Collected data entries
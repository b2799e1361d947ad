import { existsSync, mkdtempSync, readdirSync, rmSync } from 'node:fs';
import { tmpdir } from 'node:os';
import { join } from 'node:path';
import { expect, test } from 'vitest';
import { PageFile } from '../../../lib/intake/page-file.ts';
import { emptyPage, PAGE } from '../../../lib/intake/pages.ts';

test('PageFile gives pages back as they were, uses the slots of dropped ones again, and leaves no file', () => {
  const folder = mkdtempSync(join(tmpdir(), 'hungerstone-pages-test-'));
  const file = new PageFile(join(folder, 'pages'));
  expect(existsSync(join(folder, 'pages'))).toBe(false);
  const pageOf = (seed: number) => {
    const page = emptyPage();
    for (let at = 0; at < PAGE; at++) page.values[at] = at % 7 === seed ? Number.NaN : seed / (at + 1);
    return { ...page, codes: page.codes.fill(seed) };
  };
  const places = [1, 2, 3].map((seed) => file.write(pageOf(seed)));
  expect(
    places.map((place, at) =>
      file.read(place, emptyPage()).values.every((v, i) => Object.is(v, pageOf(at + 1).values[i])),
    ),
  ).toEqual([true, true, true]);
  file.drop(places[1]);
  expect(file.write(pageOf(4))).toEqual(places[1]);
  expect(file.read(places[1], emptyPage()).codes[PAGE - 1]).toBe(4);
  expect(file.read(places[2], emptyPage()).codes[0]).toBe(3);
  file.close();
  expect(readdirSync(folder)).toEqual([]);
  rmSync(folder, { recursive: true });
});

*The problem:*
An exact restatement of the lines from the one with "expect(file.read(places[2], emptyPage()).codes[0]).toBe(3);" through the last line of the data is the only acceptable answer.

*Result of the exercise:*
  expect(file.read(places[2], emptyPage()).codes[0]).toBe(3);
  file.close();
  expect(readdirSync(folder)).toEqual([]);
  rmSync(folder, { recursive: true });
});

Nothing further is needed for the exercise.